Art. 21º: O executivo de finanças
terá sempre a preocupação de dar, como
profissional e como membro da comunidade, o devido apoio às
iniciativas que visem o respeito à cidadania e a satisfação
das legítimas aspirações da sociedade.
Art. 22º: O executivo de finanças
deverá colaborar para o desenvolvimento da organização
em que atue bem como para o aprimoramento profissional e pessoal
dos demais associados do IBEF.
Art. 23º: Compartilhar seus conhecimentos
e experiências junto aos demais profissionais como retribuição
à sociedade que tornou possível a sua capacitação
técnica e o aperfeiçoamento de sua conduta como
cidadão consciente e responsável.
Art. 24º: Ao exercer posição
de liderança, o executivo de finanças dará
a devida atenção e consideração
aos interesses de seus colaboradores de modo a criar um ambiente
de trabalho estimulante, produtivo e agradável.

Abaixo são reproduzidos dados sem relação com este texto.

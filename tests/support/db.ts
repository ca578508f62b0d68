// Direct access to a test server's database, a SQLite file or a postgres:// URL: row counts
// read-only, and (for expiry tests) a single write. SQL uses `?` placeholders on both engines.
// WAL mode lets SQLite reads run beside the server; the busy timeout covers its writes.
import pg from 'pg'
import sqlite3 from 'sqlite3'
import { isPostgresUrl } from './services'

// COUNT(*) is a bigint in PostgreSQL, which pg hands back as text; test counts fit a number.
pg.types.setTypeParser(20, value => Number.parseInt(value, 10))

async function postgresQuery<T>(url: string, sql: string, params: unknown[]): Promise<T[]> {
  let n = 0
  const client = new pg.Client({ connectionString: url })
  await client.connect()
  try {
    return (await client.query(sql.replace(/\?/g, () => `$${++n}`), params)).rows as T[]
  }
  finally {
    await client.end()
  }
}

export const TABLES = [
  'users', 'workspaces', 'memberships', 'invitations', 'password_resets', 'boards', 'board_updates', 'snapshots',
  'templates', 'uploads', 'outbox', 'login_failures', 'sessions', 'comments', 'verdicts', 'parts',
] as const

function open(file: string, mode: number): Promise<sqlite3.Database> {
  return new Promise((ok, fail) => {
    const db = new sqlite3.Database(file, mode, error => error ? fail(error) : ok(db))
  })
}

function all<T>(db: sqlite3.Database, sql: string, params: unknown[] = []): Promise<T[]> {
  return new Promise((ok, fail) => db.all(sql, params, (error, rows) => error ? fail(error) : ok(rows as T[])))
}

function close(db: sqlite3.Database): Promise<void> {
  return new Promise(ok => db.close(() => ok()))
}

export async function queryDb<T = Record<string, unknown>>(file: string, sql: string, params: unknown[] = []): Promise<T[]> {
  if (isPostgresUrl(file)) return postgresQuery<T>(file, sql, params)
  const db = await open(file, sqlite3.OPEN_READONLY)
  try {
    db.configure('busyTimeout', 5000)
    return await all<T>(db, sql, params)
  }
  finally {
    await close(db)
  }
}

export async function writeDb(file: string, sql: string, params: unknown[] = []): Promise<void> {
  if (isPostgresUrl(file)) {
    await postgresQuery(file, sql, params)
    return
  }
  const db = await open(file, sqlite3.OPEN_READWRITE)
  try {
    db.configure('busyTimeout', 5000)
    await new Promise<void>((ok, fail) => db.run(sql, params, error => error ? fail(error) : ok()))
  }
  finally {
    await close(db)
  }
}

/** Row count of every table, for "nothing changed" assertions. */
export async function rowCounts(file: string): Promise<Record<string, number>> {
  const counts: Record<string, number> = {}
  for (const table of TABLES) {
    const [row] = await queryDb<{ n: number }>(file, `SELECT COUNT(*) AS n FROM ${table}`)
    counts[table] = row!.n
  }
  return counts
}

/** Caught mails to an address (in any letter case, as SQLite LIKE matches), newest first. */
export async function mailsTo(file: string, address: string) {
  return queryDb<{ id: number, subject: string, text_body: string, html_body: string, kind: string, workspace_id: number | null }>(
    file, 'SELECT id, subject, text_body, html_body, kind, workspace_id FROM outbox WHERE LOWER(mail_to) LIKE ? ORDER BY id DESC', [`%${address.toLowerCase()}%`])
}

/** The first link to this site found in a mail's text part. */
export function linkIn(text: string, pathPrefix: string): string {
  const match = new RegExp(`https?://[^\\s]+${pathPrefix}[A-Za-z0-9_-]+`).exec(text)
  if (!match) throw new Error(`no ${pathPrefix} link in mail:\n${text}`)
  return match[0]
}

/** Waits for at least `count` caught mails to an address (some are sent after the answer), newest first. */
export async function waitForMails(file: string, address: string, count = 1, timeoutMs = 5000) {
  const deadline = Date.now() + timeoutMs
  for (;;) {
    const mails = await mailsTo(file, address)
    if (mails.length >= count) return mails
    if (Date.now() > deadline) throw new Error(`expected ${count} mail(s) to ${address} within ${timeoutMs} ms, found ${mails.length}`)
    await new Promise(r => setTimeout(r, 50))
  }
}
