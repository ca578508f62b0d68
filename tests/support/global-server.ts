// One built server for each server-side project; tests read its address with inject('baseUrl').
// The "postgres" project first starts a throwaway PostgreSQL cluster and Redis (services.ts) and
// provides them, so this server and every server its tests start use them.
import type { TestProject } from 'vitest/node'
import { startServer } from './server'
import { startPostgres, startRedis, type RunningService, type TestServices } from './services'

export async function setup(project: TestProject) {
  let services: TestServices = {}
  const started: RunningService[] = []
  if (project.name === 'postgres') {
    const [postgres, redis] = await Promise.all([startPostgres(), startRedis()])
    started.push(postgres, redis)
    services = { postgres: postgres.url, redis: redis.url }
  }
  project.provide('testPostgres', services.postgres ?? '')
  project.provide('testRedis', services.redis ?? '')
  const stopServices = async () => {
    for (const service of started.reverse()) await service.stop()
  }
  const server = await startServer({ env: { GAMMABOARD_SEED: 'demo' }, services }).catch(async (error) => {
    await stopServices()
    throw error
  })
  project.provide('baseUrl', server.url)
  project.provide('dbFile', server.dbFile)
  return async () => {
    await server.stop()
    await stopServices()
  }
}

declare module 'vitest' {
  export interface ProvidedContext {
    baseUrl: string
    /** The server's SQLite file, or its postgres:// URL in the postgres project. */
    dbFile: string
  }
}
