// Chromium for browser tests: the Debian binary, headless, with the flags that keep it quiet and
// offline (never a downloaded browser).
import { chromium, type Browser } from 'playwright-core'

export const CHROMIUM_ARGS = ['--no-sandbox', '--disable-gpu', '--disable-quic', '--no-first-run',
  '--disable-background-networking', '--disable-component-update', '--disable-sync']

export function launchChromium(): Promise<Browser> {
  return chromium.launch({ executablePath: '/usr/bin/chromium', headless: true, args: CHROMIUM_ARGS })
}
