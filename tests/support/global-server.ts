// One built server for the whole "server" project; tests read its address with inject('baseUrl').
import type { TestProject } from 'vitest/node'
import { startServer, type RunningServer } from './server'

let server: RunningServer | undefined

export async function setup(project: TestProject) {
  server = await startServer({ env: { GAMMABOARD_SEED: 'demo' } })
  project.provide('baseUrl', server.url)
  project.provide('dbFile', server.dbFile)
}

export async function teardown() {
  await server?.stop()
}

declare module 'vitest' {
  export interface ProvidedContext {
    baseUrl: string
    dbFile: string
  }
}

Art. 25º: Sempre que cabível, o
executivo de finanças empregará os seus conhecimentos
e experiência no sentido de buscar, dentro do que permitam
as normas legais, a redução da carga tributária
de modo a preservar tanto os interesses empresariais quanto
os comunitários e a geração de empregos.
Art. 26º: O executivo de finanças
se disporá a participar das atividades de associação
e integração que valorizem a formação
e o desenvolvimento profissional criando condições
para o estabelecimento de vínculos de amizade cordial
e respeito mútuo na comunidade do IBEF.
Art. 27º: O executivo de finanças
dará a necessária atenção e prioridade
à defesa dos direitos humanos e dos interesses comunitários
considerando a preservação dos recursos naturais
e do ambiente ecológico como seu dever de cidadania.
Art. 28º: Dedicará parcela de seu
tempo, iniciativa e capacidade de realização
em proveito de atividades cívicas e culturais que possam
contribuir para o fortalecimento das Instituições
e engrandecimento da sociedade e da Pátria.
Art. 29º: O executivo de finanças
deverá respeitar e fazer respeitar integralmente os
termos e disposições do Estatuto Social do IBEF.
Art. 30º: Cabe a cada executivo de finanças
bem como às organizações associadas ao
IBEF cumprir e fazer que sejam respeitados os princípios
éticos que inspiram a atividade zelando pela observância
do Código de Ética e das Normas de Conduta Profissional.